Figure 3. Parts Inventory Data Warehouse Schema

     Now, we need to figure out how to get DIM_TIME_FLAG integrated into this schema in our ETL plan. Key thing to keep in mind is that these flags will change as more and more snapshots are taken from the source system. Today's records that have MAX_MONTH_FLG=Y may need to be set to N the following day. After populating the other columns in the table you would have to execute this SQL statement to update the FLAG_KEY:



UPDATE A
SET
       A.FLAG_KEY=Z.FLAG_KEY
FROM
       FCT_PART_INVENTORY A
       INNER JOIN DIM_DAY B ON A.DAY_KEY=B.DAY_KEY
       LEFT JOIN
(
SELECT
       MIN(B.FULL_DATE) AS MIN_MONTH
FROM
       FCT_PART_INVENTORY A
       INNER  JOIN DIM_DAY B ON A.DAY_KEY=B.DAY_KEY
GROUP BY
       B.YEARMO
)MIN_MONTH ON B.FULL_DATE=MIN_MONTH.MIN_MONTH
       LEFT JOIN
(
SELECT
       MAX(B.FULL_DATE) AS MAX_MONTH
FROM
       FCT_PART_INVENTORY A
       INNER  JOIN DIM_DAY B ON A.DAY_KEY=B.DAY_KEY
GROUP BY B.YEARMO
)MAX_MONTH ON B.FULL_DATE=MAX_MONTH.MAX_MONTH
       LEFT JOIN
(
SELECT
       MIN(B.FULL_DATE) AS MIN_QUARTER
FROM
       FCT_PART_INVENTORY A
       INNER  JOIN DIM_DAY B ON A.DAY_KEY=B.DAY_KEY
GROUP BY
       CONVERT(VARCHAR,B.QUARTER)+CONVERT(VARCHAR,B.YEAR)
)MIN_QUARTER ON B.FULL_DATE=MIN_QUARTER.MIN_QUARTER
       LEFT JOIN
(
SELECT
       MAX(B.FULL_DATE) AS MAX_QUARTER
FROM
       FCT_PART_INVENTORY A
       INNER  JOIN DIM_DAY B ON A.DAY_KEY=B.DAY_KEY
GROUP BY
       CONVERT(VARCHAR,B.QUARTER)+CONVERT(VARCHAR,B.YEAR)
)MAX_QUARTER ON B.FULL_DATE=MAX_QUARTER.MAX_QUARTER
       LEFT JOIN
(
SELECT
       MIN(B.FULL_DATE) AS MIN_YEAR
FROM
       FCT_PART_INVENTORY A
       INNER  JOIN DIM_DAY B ON A.DAY_KEY=B.DAY_KEY
GROUP BY
       B.YEAR
)MIN_YEAR ON B.FULL_DATE=MIN_YEAR.MIN_YEAR
LEFT JOIN
(
SELECT
       MAX(B.FULL_DATE) AS MAX_YEAR
FROM
       FCT_PART_INVENTORY A
       INNER  JOIN DIM_DAY B ON A.DAY_KEY=B.DAY_KEY
GROUP BY B.YEAR
)MAX_YEAR ON B.FULL_DATE=MAX_YEAR.MAX_YEAR
LEFT JOIN DIM_TIME_FLAG Z
ON CASE WHEN MIN_MONTH.MIN_MONTH IS NULL THEN 'N' ELSE 'Y' END =Z.MIN_MONTH_FLG
AND CASE WHEN MAX_MONTH.MAX_MONTH IS NULL THEN 'N' ELSE 'Y' END =Z.MAX_MONTH_FLG
AND CASE WHEN MIN_QUARTER.MIN_QUARTER IS NULL THEN 'N' ELSE 'Y' END =Z.MIN_QUARTER_FLG
AND CASE WHEN MAX_QUARTER.MAX_QUARTER IS NULL THEN 'N' ELSE 'Y' END =Z.MAX_QUARTER_FLG
AND CASE WHEN MIN_YEAR.MIN_YEAR IS NULL THEN 'N' ELSE 'Y' END =Z.MIN_YEAR_FLG

AND CASE WHEN MAX_YEAR.MAX_YEAR IS NULL THEN 'N' ELSE 'Y' END =Z.MAX_YEAR_FLG

     With this table now integrated into this schema, we can not only use it at the level of day, but now month, quarter and year all using the same fact.
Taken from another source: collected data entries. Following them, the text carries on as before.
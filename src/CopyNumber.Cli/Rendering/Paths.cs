namespace CopyNumber.Cli.Rendering;

/// <summary>
/// How the console shows a file or folder: always as a full path. The output folder is resolved to a full
/// path before anything is written (OutputFolder), so every printed path follows that one rule rather than
/// mixing the user's relative spelling with absolute ones; a full path also stays valid when copied into a
/// job script that runs elsewhere.
/// </summary>
internal static class Paths
{
    public static string Shown(string path) => Path.GetFullPath(path);

    public static string Shown(IEnumerable<string> paths) => string.Join(", ", paths.Select(Shown));
}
For example, if we wanted to view data across days we can ignore the DIM_TIME_FLAG and simply filter our query across DIM_DAY and report on something that looks like this:

Figure 4. Daily Parts Inventory

     If we need to report on trending across months we could query the exact same snapshot fact, but this time join to DIM_TIME_FLAG where MIN_MONTH_FLG or MAX_MONTH_FLG=Y (depending of if you want to trend over months based on what the inventory looked like at the beginning of the month or end of the month). This would produce a report that would look something like this:

Figure 5. Monthly Parts Inventory

     The same could be done by quarter, as well, using the quarter flags:

Figure 6. Quarterly Parts Inventory

     And finally by year:

Figure 7. Yearly Parts Inventory

     This design can come in very handy, especially when building dashboards and executives want to be able to trend across the different time frames. It also negates the need to create separate snapshot tables that capture this data for each of these time frames(i.e. a snapshot for months, a snapshot for quarters, etc.).